Buy Waldorf Quantum 8-Voice Analog/Digital Hybrid Synthesizer featuring 61-Key Fatar TP8 Keybed, 8-Voices + Multitimbrality, Three Digital Oscillators per Voice, Four Synthesis Algorithms per Oscillator, Wavetable Creation, Two Analog Low-Pass Filters per Voice, Color Multitouch Display, 6 LFOs...




www.bhphotovideo.com





lol anyway
Recommendations are:
Gesshin 6k (haven't heard so many pleasant things about the Gesshin 5k  Gesshin 5k is no longer made rip)
Kitayama 8k

Then
Arashiyama 6k/Takenoko 8k
Gesshin 4k (if you want something slightly higher but remain unconvinced to go above the rika)


----------



## madmotts (Jul 9, 2021)

Qapla' said:


> What steels are the knives that you are sharpening?



Yeah good question- in order wh1, b2, wh2, skd and sld. Got others in singular representation.


----------



## Qapla' (Jul 9, 2021)

madmotts said:


> Yeah good question- in order wh1, b2, wh2, skd and sld. Got others in singular representation.

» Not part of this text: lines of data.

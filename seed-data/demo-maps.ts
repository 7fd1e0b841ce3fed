/**
 * A demo wafer map: a ring-25 map of a boron-doped silicon wafer at three chuck temperatures,
 * with a resistivity that rises a few per cent toward the edge. Invented data for the demo only:
 * never a reference for tests of the physics.
 */
import {
  edgeCorrectionFactor,
  finiteThicknessFactor,
  patternSiteMm,
  resistivity,
  seededNormal,
  seededRandom,
  SITE_PATTERNS,
  THIN_SHEET_FACTOR,
} from '@rhotrace/physics';

/** The demo map upload: where it goes and how it was "measured". */
export interface DemoMap {
  lotCode: string;
  waferNumber: string;
  station: string;
  fileName: string;
  spacingCm: number;
  thicknessCm: number;
  diameterCm: number;
  sitePattern: 'ring-25';
  edgeExclusionMm: number;
  file: Buffer;
}

/** The demo map file, written as a probe station exports one site after another per set point. */
export function demoMap(): DemoMap {
  const spacingCm = 0.1;
  const thicknessCm = 0.0525;
  const diameterCm = 10;
  const edgeExclusionMm = 3;
  const currentA = 1e-3;
  const normal = seededNormal(seededRandom(25));
  const radiusMm = (diameterCm * 10) / 2;
  const usableMm = radiusMm - edgeExclusionMm;
  const thickness = finiteThicknessFactor(thicknessCm / spacingCm);
  const lines = [
    '# Larkspur Vale demo map export (invented data)',
    '# station: Hot chuck South',
    'T (K),Site,V (mV),I (mA)',
  ];
  for (const setK of [296.15, 313.15, 333.15]) {
    const bulk = resistivity('Si', { donorDensity: 0, acceptorDensity: 1.1e15, acceptor: 'B' }, setK);
    for (const site of SITE_PATTERNS['ring-25']) {
      const { xMm, yMm } = patternSiteMm('ring-25', site.number, usableMm);
      const r = Math.hypot(xMm, yMm) / radiusMm;
      // A dished profile, 4 % higher at the edge, with a slight tilt along x.
      const rho = bulk * (1 + 0.04 * r * r + 0.005 * (xMm / radiusMm)) * (1 + 0.002 * normal());
      const tipMm = radiusMm - Math.hypot(xMm, yMm) - 1.5 * spacingCm * 10;
      const edge = edgeCorrectionFactor({ distanceCm: tipMm / 10, spacingCm });
      const voltageV = ((rho / (thicknessCm * thickness)) * edge * currentA) / THIN_SHEET_FACTOR;
      const measuredK = setK + 0.08 * normal();
      lines.push(
        `${measuredK.toFixed(2)},${site.number},${(voltageV * 1e3).toPrecision(6)},${(currentA * 1e3).toFixed(3)}`,
      );
    }
  }
  return {
    lotCode: 'LV-26-B014',
    waferNumber: 'W03',
    station: 'Hot chuck South',
    fileName: 'B014-03_map_ring25_296-333K.csv',
    spacingCm,
    thicknessCm,
    diameterCm,
    sitePattern: 'ring-25',
    edgeExclusionMm,
    file: Buffer.from(`${lines.join('\n')}\n`, 'utf8'),
  };
}
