/**
 * The demo scenario: an invented university microfabrication lab. Every name, lot code,
 * supplier and address here is fictional; e-mail addresses use the reserved `.example` domain.
 */
import type { AssignmentState, Material, Role, Thermometer, WaferState } from '@rhotrace/api-types';

/** Password of every demo account (demo only; never used when NODE_ENV=production). */
export const DEMO_PASSWORD = 'rhotrace-demo';

export const DEMO_LAB_NAME = 'Larkspur Vale Institute, Microfabrication Teaching Lab (fictional)';

export const DEMO_USERS: Array<{ email: string; name: string; role: Role }> = [
  { email: 'admin@rhotrace.example', name: 'Ada Quillfeather', role: 'admin' },
  { email: 'manager@rhotrace.example', name: 'Milo Brightwater', role: 'manager' },
  { email: 'engineer@rhotrace.example', name: 'Priya Tamberlane', role: 'engineer' },
  { email: 'physicist@rhotrace.example', name: 'Oskar Fennimore', role: 'physicist' },
  { email: 'technician@rhotrace.example', name: 'Juno Pebblestone', role: 'technician' },
  { email: 'student@rhotrace.example', name: 'Tavi Moonbrook', role: 'technician' },
];

export const DEMO_STATIONS: Array<{
  name: string;
  probeSpacingCm: number;
  tipRadiusCm: number;
  thermometer: Thermometer;
  rtdR0Ohm: number | null;
  minTemperatureK: number;
  maxTemperatureK: number;
  calibratedOn: string;
  /** +/- half-widths the 23 °C uncertainty budget reads (null: not stated). */
  probeSpacingToleranceCm: number | null;
  temperatureToleranceK: number | null;
  notes: string;
}> = [
  {
    name: 'Cryo bench North',
    probeSpacingCm: 0.1,
    tipRadiusCm: 0.004,
    thermometer: 'platinum-rtd',
    rtdR0Ohm: 100,
    minTemperatureK: 20,
    maxTemperatureK: 500,
    calibratedOn: '2026-09-14',
    probeSpacingToleranceCm: 0.0005,
    temperatureToleranceK: null,
    notes: 'Closed-cycle helium cryostat with a Pt100 under the sample; liquid-nitrogen pre-cool.',
  },
  {
    name: 'Hot chuck South',
    probeSpacingCm: 0.1588,
    tipRadiusCm: 0.005,
    thermometer: 'thermocouple',
    rtdR0Ohm: null,
    minTemperatureK: 290,
    maxTemperatureK: 720,
    calibratedOn: '2026-06-02',
    probeSpacingToleranceCm: null,
    temperatureToleranceK: null,
    notes: 'Type K thermocouple in the chuck; ramps to 450 °C.',
  },
];

interface DemoWafer {
  number: string;
  thicknessCm: number | null;
  state: WaferState;
  notes: string | null;
}

export const DEMO_LOTS: Array<{
  code: string;
  material: Material;
  dopant: string | null;
  dopantType: 'n' | 'p' | null;
  orientation: string | null;
  diameterCm: number;
  thicknessCm: number;
  /** +/- supplier thickness tolerance, cm; absent when the supplier states none. */
  thicknessToleranceCm?: number;
  supplier: string;
  receivedOn: string;
  specMinOhmCm: number | null;
  specMaxOhmCm: number | null;
  notes: string;
  wafers: DemoWafer[];
}> = [
  {
    code: 'LV-26-B014',
    material: 'Si',
    dopant: 'B',
    dopantType: 'p',
    orientation: '(100)',
    diameterCm: 10,
    thicknessCm: 0.0525,
    thicknessToleranceCm: 0.0025,
    supplier: 'Quarrystone Crystal Works (fictional)',
    receivedOn: '2026-10-06',
    specMinOhmCm: 8,
    specMaxOhmCm: 12,
    notes: 'Prime-grade p-type wafers for the diode teaching module.',
    wafers: [
      { number: 'W01', thicknessCm: 0.0524, state: 'measured', notes: null },
      { number: 'W02', thicknessCm: 0.0527, state: 'measured', notes: null },
      { number: 'W03', thicknessCm: null, state: 'queued', notes: null },
      { number: 'W04', thicknessCm: null, state: 'received', notes: 'Edge chip at the flat.' },
    ],
  },
  {
    code: 'LV-26-P021',
    material: 'Si',
    dopant: 'P',
    dopantType: 'n',
    orientation: '(100)',
    diameterCm: 10,
    thicknessCm: 0.0525,
    supplier: 'Harrowgate Silicon (fictional)',
    receivedOn: '2026-10-20',
    specMinOhmCm: 1,
    specMaxOhmCm: 5,
    notes: 'n-type substrates for the MOS capacitor lab.',
    wafers: [
      { number: 'W01', thicknessCm: 0.0523, state: 'measured', notes: null },
      { number: 'W02', thicknessCm: null, state: 'measuring', notes: null },
      { number: 'W03', thicknessCm: null, state: 'received', notes: null },
    ],
  },
  {
    code: 'LV-26-G003',
    material: 'Ge',
    dopant: 'Ga',
    dopantType: 'p',
    orientation: '(111)',
    diameterCm: 5.08,
    thicknessCm: 0.05,
    supplier: 'Fernhollow Materials (fictional)',
    receivedOn: '2026-08-30',
    specMinOhmCm: 0.5,
    specMaxOhmCm: 5,
    notes: 'Germanium for the band-gap exercise.',
    wafers: [
      { number: 'W01', thicknessCm: 0.0498, state: 'measured', notes: null },
      { number: 'W02', thicknessCm: null, state: 'received', notes: null },
    ],
  },
  {
    code: 'LV-26-A002',
    material: 'GaAs',
    dopant: 'Si',
    dopantType: 'n',
    orientation: '(100)',
    diameterCm: 5.08,
    thicknessCm: 0.035,
    supplier: 'Bramblecourt Compound Semis (fictional)',
    receivedOn: '2026-09-18',
    specMinOhmCm: 0.001,
    specMaxOhmCm: 0.01,
    notes: 'Gallium arsenide: toxic when broken or abraded; handle per the lab chemical-safety rules.',
    wafers: [{ number: 'W01', thicknessCm: null, state: 'received', notes: null }],
  },
  {
    code: 'LV-26-W007',
    material: 'W',
    dopant: null,
    dopantType: null,
    orientation: null,
    diameterCm: 10,
    thicknessCm: 0.00002,
    supplier: 'In-house sputter run 7',
    receivedOn: '2026-11-03',
    specMinOhmCm: 5e-6,
    specMaxOhmCm: 1.2e-5,
    notes: '200 nm tungsten on 1 µm thermal oxide, for the TCR exercise.',
    wafers: [
      { number: 'W01', thicknessCm: 0.0000198, state: 'measured', notes: null },
      { number: 'W02', thicknessCm: null, state: 'received', notes: null },
    ],
  },
];

export const DEMO_ASSIGNMENTS: Array<{
  lotCode: string;
  waferNumber: string;
  assignee: string;
  task: string;
  dueInDays: number;
  state: AssignmentState;
  notes: string | null;
}> = [
  {
    lotCode: 'LV-26-B014',
    waferNumber: 'W03',
    assignee: 'technician@rhotrace.example',
    task: 'Four-point sweep 80 K to 480 K on the cryo bench',
    dueInDays: 3,
    state: 'assigned',
    notes: 'Use 1 mA; pre-cool the chuck before loading.',
  },
  {
    lotCode: 'LV-26-P021',
    waferNumber: 'W02',
    assignee: 'technician@rhotrace.example',
    task: 'Four-point sweep 300 K to 700 K on the hot chuck',
    dueInDays: 1,
    state: 'in progress',
    notes: null,
  },
  {
    lotCode: 'LV-26-B014',
    waferNumber: 'W01',
    assignee: 'technician@rhotrace.example',
    task: 'Room-temperature spot check at 23 °C',
    dueInDays: -12,
    state: 'done',
    notes: null,
  },
  {
    lotCode: 'LV-26-G003',
    waferNumber: 'W02',
    assignee: 'student@rhotrace.example',
    task: 'Van der Pauw sweep 200 K to 400 K',
    dueInDays: -2,
    state: 'assigned',
    notes: 'Overdue: please book the cryo bench.',
  },
  {
    lotCode: 'LV-26-W007',
    waferNumber: 'W02',
    assignee: 'student@rhotrace.example',
    task: 'Metal film TCR sweep 290 K to 400 K, low current',
    dueInDays: 7,
    state: 'assigned',
    notes: 'Keep the probe current at or under 1 mA to avoid heating the film.',
  },
];
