describe("diffuse: view factors with overhangs and fins", () => {
  const crossedStringsFin = (w: number, e: number, f: number): number =>
    // window of width w (A near jamb, B far jamb), infinitely tall fin of depth f at e beyond A
    // (C root, D tip): F = [(crossed AD + BC) − (uncrossed AC + BD)]/(2·AB)
    (Math.hypot(e, f) + w + e - e - Math.hypot(w + e, f)) / (2 * w);

  it("no devices: all factors 1", () => {
    const d = prepareShading({ windowWidthM: 1, windowHeightM: 1, surfaceTiltRad: deg(90) }).diffuse;
    expect(d).toEqual({ skyIsotropic: 1, horizonBand: 1, ground: 1 });
  });

  it("point view factor below an infinite overhang = ½·D/√(D² + P²) (2-D closed form, exact)", () => {
    const sh = prepareShading({ windowWidthM: 1.5, windowHeightM: 1.2, surfaceTiltRad: deg(90), overhang: { depthM: 0.6, gapAboveHeadM: 0.3 } });
    for (const v of [0.05, 0.4, 0.9, 1.19]) {
      const d = 1.5 - v;
      expect(Math.abs(sh.pointViewFactors(0.7, v).sky - (0.5 * d) / Math.hypot(d, 0.6))).toBeLessThan(1e-12);
      expect(Math.abs(sh.pointViewFactors(0.7, v).ground - 0.5)).toBeLessThan(1e-12);
    }
  });

  // The window-averaged factors against the crossed-string rule, the perpendicular-rectangle closed form and
  // view-factor algebra: the cases of src/lib/reference-cases/shading-diffuse.ts (recomputed by
  // scripts/reference/shading-diffuse.ts), through the evaluator the validation report runs.
  it.each(shadingDiffuse.cases)("$label", (c) => expectCase(shadingDiffuseValues(c.input), c));

  // Perpendicular rectangles with a common edge of length X; i is X × Y, j is X × Z:
  // F_ij = (1/(πW)) [W atan(1/W) + H atan(1/H) − √(H² + W²) atan(1/√(H² + W²))
  //        + ¼ ln{ (1+W²)(1+H²)/(1+W²+H²) · [W²(1+W²+H²)/((1+W²)(W²+H²))]^(W²) · [H²(1+H²+W²)/((1+H²)(H²+W²))]^(H²) }]
  // with H = Z/X, W = Y/X (F. P. Incropera & D. P. DeWitt, Fundamentals of Heat and Mass Transfer, Table 13.2; from memory).
  const perpendicular = (x: number, y: number, z: number): number => {
    const Hh = z / x;
    const Ww = y / x;
    const s = Hh * Hh + Ww * Ww;
    const a = ((1 + Ww * Ww) * (1 + Hh * Hh)) / (1 + s);
    const b = Math.pow((Ww * Ww * (1 + s)) / ((1 + Ww * Ww) * s), Ww * Ww);
    const c = Math.pow((Hh * Hh * (1 + s)) / ((1 + Hh * Hh) * s), Hh * Hh);
    return (
      (Ww * Math.atan(1 / Ww) + Hh * Math.atan(1 / Hh) - Math.sqrt(s) * Math.atan(1 / Math.sqrt(s)) + 0.25 * Math.log(a * b * c)) / (Math.PI * Ww)
    );
  };

  it("closed form for perpendicular rectangles tends to the crossed-string value for long edges (checks the recalled formula)", () => {
    // X → ∞: both must give F = (Y + Z − √(Y² + Z²))/(2Y) (2-D, common edge).
    expect(Math.abs(perpendicular(1e5, 1.2, 0.6) - (1.2 + 0.6 - Math.hypot(1.2, 0.6)) / 2.4)).toBeLessThan(1e-5);
  });

  it("any tilt, infinite fins: sky + ground blocked = 2·F(window→fin) (summation rule; fins are fixed in the surface frame)", () => {
    fc.assert(
      fc.property(fc.double({ min: 0, max: 180, noNaN: true }), (tiltDeg) => {
        const d = prepareShading({
          windowWidthM: 1.5,
          windowHeightM: 1.2,
          surfaceTiltRad: deg(tiltDeg),
          fins: { depthM: 0.4, gapFromJambM: 0.1 },
        }).diffuse;
        const cb = Math.cos(deg(tiltDeg));
        const blocked = ((1 + cb) / 2) * (1 - d.skyIsotropic) + ((1 - cb) / 2) * (1 - d.ground);
        expect(Math.abs(blocked - 2 * crossedStringsFin(1.5, 0.1, 0.4))).toBeLessThan(1e-5);
      }),
      { numRuns: 40 },
    );
  });

  // Brute force (our own independent check, not an outside source): rays from a window point,
  // classified by elementary ray–plate intersection, on a midpoint grid in (sin²θ, φ), which is
  // uniform in the cosine-weighted measure, so the view factor is the plain fraction of rays.
  const combined = (tiltDeg: number): ShadingSpec => ({
    windowWidthM: 1.5,
    windowHeightM: 1.2,
    surfaceTiltRad: deg(tiltDeg),
    overhang: { depthM: 0.6, gapAboveHeadM: 0.1, extendLeftM: 0.2, extendRightM: 0.3 },
    fins: { depthM: 0.5, gapFromJambM: 0.05, extendAboveM: 0.4, extendBelowM: 0.1 },
  });
  const hitsDevice = (u: number, v: number, du: number, dv: number, dn: number): boolean => {
    // plates of `combined`: overhang v = 1.3, n ≤ 0.6, −0.2 ≤ u ≤ 1.8; fins u = −0.05 and u = 1.55, n ≤ 0.5, −0.1 ≤ v ≤ 1.6
    if (dv > 0) {
      const t = (1.3 - v) / dv;
      if (t * dn <= 0.6 && u + t * du >= -0.2 && u + t * du <= 1.8) return true;
    }
    if (du !== 0) {
      const t = ((du < 0 ? -0.05 : 1.55) - u) / du;
      if (t * dn <= 0.5 && v + t * dv >= -0.1 && v + t * dv <= 1.6) return true;
    }
    return false;
  };

  it.each([90, 30, 120])("point view factors with overhang and fins overlapping, tilt %i°: against brute-force ray casting", (tiltDeg) => {
    // 400 × 800 rays; the indicator's discretisation error is ≤ 4e-4 here (≤ 1.6e-4 with
    // 800 × 1600 rays), hence 1e-3.
    const sh = prepareShading(combined(tiltDeg));
    const cb = Math.cos(deg(tiltDeg));
    const sb = Math.sin(deg(tiltDeg));
    for (const [u, v] of [
      [0.3, 0.9],
      [1.2, 0.2],
      [0.75, 1.1],
    ] as const) {
      let sky = 0;
      let ground = 0;
      const nt = 400;
      const np = 800;
      for (let i = 0; i < nt; i++) {
        const t = (i + 0.5) / nt;
        const st = Math.sqrt(t);
        const ct = Math.sqrt(1 - t);
        for (let j = 0; j < np; j++) {
          const ph = (2 * Math.PI * (j + 0.5)) / np;
          const du = st * Math.cos(ph);
          const dv = st * Math.sin(ph);
          if (hitsDevice(u, v, du, dv, ct)) continue;
          if (sb * dv + cb * ct > 0) sky++;
          else ground++;
        }
      }
      const exact = sh.pointViewFactors(u, v);
      expect(Math.abs(exact.sky - sky / (nt * np))).toBeLessThan(1e-3);
      expect(Math.abs(exact.ground - ground / (nt * np))).toBeLessThan(1e-3);
    }
  });

  it.each([90, 60, 120])("point horizon-band visibility, tilt %i°: against brute-force ray casting", (tiltDeg) => {
    // Horizontal directions ψ (from the normal's azimuth): d = (−sin ψ, −cos β cos ψ, sin β cos ψ)
    // in (u, v, n); 20000 midpoint nodes, each jump of the indicator errs ≤ π/20000/2 ≈ 8e-5, with
    // at most 6 jumps: tolerance 5e-4.
    const sh = prepareShading(combined(tiltDeg));
    const cb = Math.cos(deg(tiltDeg));
    const sb = Math.sin(deg(tiltDeg));
    for (const [u, v] of [
      [0.3, 0.9],
      [1.2, 0.05],
      [0.75, 1.15],
    ] as const) {
      const n = 20000;
      let visible = 0;
      for (let j = 0; j < n; j++) {
        const psi = -Math.PI / 2 + (Math.PI * (j + 0.5)) / n;
        if (!hitsDevice(u, v, -Math.sin(psi), -cb * Math.cos(psi), sb * Math.cos(psi))) visible += Math.cos(psi) * (Math.PI / n);
      }
      expect(Math.abs(sh.pointHorizonBand(u, v) - visible / 2)).toBeLessThan(5e-4);
    }
  });

  it.each([90, 60, 120, 150])(
    "window averages converge: 16 and 64 Gauss points agree within 1e-6, tilt %i° (our own convergence check)",
    (tiltDeg) => {
      const a = prepareShading(combined(tiltDeg)).diffuse;
      const b = prepareShading({ ...combined(tiltDeg), diffuseQuadraturePoints: 64 }).diffuse;
      expect(Math.abs(a.skyIsotropic - b.skyIsotropic)).toBeLessThan(1e-6);
      expect(Math.abs(a.ground - b.ground)).toBeLessThan(1e-6);
      expect(Math.abs(a.horizonBand - b.horizonBand)).toBeLessThan(1e-6);
    },
  );

  it("factors lie in [0, 1] and fall with overhang depth (property, finite and infinite devices)", () => {
    fc.assert(
      fc.property(
        fc.double({ min: 0, max: 180, noNaN: true }),
        fc.double({ min: 0.05, max: 2, noNaN: true }),
        fc.option(fc.double({ min: 0, max: 1, noNaN: true }), { nil: undefined }),
        fc.double({ min: 0, max: 1, noNaN: true }),
        fc.option(fc.double({ min: 0, max: 1, noNaN: true }), { nil: undefined }),
        (tiltDeg, p, ext, f, above) => {
          const spec = (depth: number): ShadingSpec => ({
            windowWidthM: 1.2,
            windowHeightM: 1.5,
            surfaceTiltRad: deg(tiltDeg),
            overhang: { depthM: depth, gapAboveHeadM: 0.1, extendLeftM: ext, extendRightM: ext },
            fins: { depthM: f, gapFromJambM: 0.05, extendAboveM: above, extendBelowM: above },
          });
          const a = prepareShading(spec(p)).diffuse;
          const b = prepareShading(spec(2 * p)).diffuse;
          for (const x of [a.skyIsotropic, a.ground, a.horizonBand]) expect(x >= 0 && x <= 1).toBe(true);
          expect(b.skyIsotropic).toBeLessThanOrEqual(a.skyIsotropic + 1e-9);
          expect(b.ground).toBeLessThanOrEqual(a.ground + 1e-9);
          expect(b.horizonBand).toBeLessThanOrEqual(a.horizonBand + 1e-9);
        },
      ),
      { numRuns: 40 },
    );
  });
});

What do you think of the Morihei 6k?


----------



## branwell (Jul 9, 2021)

My favorite high grit finisher is the King 8K Gold. Its splash and go, fast, and leaves a super keen edge that has surprising bite for its grit rating, way more than stones like the Nubatama Bamboo 5k, SG 6k, Arashiyama 6k. If you are looking for aggression in a high grit finisher, might consider that.


----------



## inferno (Jul 9, 2021)

madmotts said:


> I’m thinking about my synth stones and I’d like to add some variation to my set up. I think Id like a Rika alternate. Not really into > 5k stones unless it’s going to make a massive difference. Here’s where I’m at without stones below 800.
> 
> shapton pro 1k
> Chosera 1k
> ...



glass 4 or 6k. you wont be disappointed with these!


----------



## JBroida (Jul 9, 2021)

nakiriknaifuwaifu said:


> A little under budget, but how about these for a 5k-6k synth?
> 
> 
> 
> ...


we haven't produced the 5k in literally years


----------



## Benuser (Jul 9, 2021)

Naniwa Junpaku 'Snow-white' 8k. Refinement with a good bite.


----------



## madmotts (Jul 9, 2021)

Oh damn. I forgot i bought a nanohone 6k (added to list). Still... Here are my musings.

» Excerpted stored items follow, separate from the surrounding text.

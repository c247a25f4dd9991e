/**
 * The validation report's downloads (/validation.csv, /validation.json): the cached report as a file, or a
 * problem response when it cannot be computed right now (a full calculation queue: 503 with Retry-After).
 */
import { QueueFullError } from "./calc-pool";
import { problem } from "./http";
import { validationReport } from "./validation-report";
import type { ValidationReport } from "@/lib/validation/report";

/** The report's file in one format, with its content type and download name. */
export async function validationDownload(contentType: string, fileName: string, serialize: (r: ValidationReport) => string): Promise<Response> {
  try {
    const report = await validationReport();
    return new Response(serialize(report), {
      headers: {
        "content-type": contentType,
        "content-disposition": `attachment; filename="${fileName}"`,
        "cache-control": "no-cache",
      },
    });
  } catch (err) {
    if (err instanceof QueueFullError) {
      const res = problem(503, "The calculations are busy; the validation report is computed as soon as there is room. Try again in a few seconds.");
      res.headers.set("retry-after", String(err.retryAfterS));
      return res;
    }
    console.error("[validation] report failed:", err);
    return problem(500, "The validation report could not be computed.");
  }
}
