/**
 * The better-auth routes Paneray exposes under /api/auth. Every other path there answers 404: better-auth's
 * organisation, member and sign-up routes do not know Paneray's role rules, so Paneray's own endpoints
 * (/api/v1/**) do that work instead. Read by the catch-all route and by the authorization tests.
 */
export interface AuthRoute {
  method: "GET" | "POST";
  /** Path below /api/auth, with `:name` for one path segment. */
  path: string;
  /** What the route is for. */
  purpose: string;
}

export const AUTH_BASE_PATH = "/api/auth";

export const AUTH_ROUTES: readonly AuthRoute[] = [
  { method: "POST", path: "/sign-in/email", purpose: "sign in with e-mail and password (rate limited per address and per account)" },
  { method: "POST", path: "/sign-out", purpose: "end the session" },
  { method: "GET", path: "/get-session", purpose: "the current session and user" },
  { method: "POST", path: "/request-password-reset", purpose: "mail a password-reset link (rate limited)" },
  { method: "POST", path: "/reset-password", purpose: "set a new password with a reset token" },
  { method: "GET", path: "/reset-password/:token", purpose: "the link in the reset mail; redirects to the reset form" },
  { method: "GET", path: "/verify-email", purpose: "the link in the sign-up mail; confirms the address" },
];

const toRegExp = (path: string) => new RegExp(`^${path.replace(/[.*+?^${}()|[\]\\]/g, "\\$&").replace(/:[A-Za-z]+/g, "[^/]+")}/?$`);
const COMPILED = AUTH_ROUTES.map((r) => ({ route: r, re: toRegExp(AUTH_BASE_PATH + r.path) }));

/** The allowed route a request matches (HEAD counts as GET), or undefined. */
export function matchAuthRoute(method: string, pathname: string): AuthRoute | undefined {
  const m = method.toUpperCase() === "HEAD" ? "GET" : method.toUpperCase();
  return COMPILED.find((c) => c.route.method === m && c.re.test(pathname))?.route;
}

The snow white can be bought with a even tho the picture is a shrimp/prawn.

The kitayama may/not come with a base (confusing). Furthermore I don't need a booster to sharpen my knife. Also referred to as a Kity 

The KING 8k amazon listing is odd. It's listed as Tokyo Design Studio and the color "silver". Maybe i might lean towards this to make my mother happy with more "traditional japanese culture".

*Features traditional japanese culture*
*Ideal DIY product*
Gesshin 6k is a "soaker", I lean towards S&G, but could be open to it. Maybe if i'm looking at 8k too, is the Gesshin 8k way better (way more expensive too)?

Morihei 6k- Ivan likes it, so it must be good,. There is nothing funny about it. the video is very serious.


----------



## Qapla' (Jul 9, 2021)

madmotts said:


> Morihei 6k- Ivan likes it, so it must be good,. There is nothing funny about it. the video is very serious.


It's available significantly cheaper at Carbon Knife Co. What video do you refer to?


----------



## zizirex (Jul 10, 2021)

madmotts said:


> Morihei 6k- Ivan likes it, so it must be good,. There is nothing funny about it. the video is very serious.


+1 
my all-time fav finisher grit.


----------



## zizirex (Jul 10, 2021)

Qapla' said:


> It's available significantly cheaper at Carbon Knife Co. What video do you refer to?


----------



## Garm (Jul 10, 2021)

I agree with @branwell here. The King 8k G1 was the first finishing stone I ever bought years ago, and after trying a bunch of others it still remains my most used high grit stone. I get way better edges(both keen and agressive) with it than any other stone I've tried in the 5-10k range(Arashiyama, Kitayama, Shaptons, Naniwas, etc.)


----------



## Jurrian (Jul 10, 2021)

I think all the mentioned stones are great. The ground work on the 1-3 k range will determine how well a +5k stone will let jou get your knife to hair popping sharp. It can also be done on a 1k. But steel and timewise not the best idea. If you can do that, it doesn’t really matter what +5k stone you need. Jnats are the next step


----------



## KingShapton (Jul 10, 2021)

Jurrian said:


> I think all the mentioned stones are great. The ground work on the 1-3 k range will determine how well a +5k stone will let jou get your knife to hair popping sharp. It can also be done on a 1k. But steel and timewise not the best idea. If you can do that, it doesn’t really matter what +5k stone you need. Jnats are the next step


I don't want to start a "religious war", but here a reader can easily get the impression that Jnats are the only real thing when someone wants a really sharp knife ... and that's not right. There are also good natural whetstones outside of Japan and regardless, many people prefer a finish in the 4-6K range, some even significantly lower.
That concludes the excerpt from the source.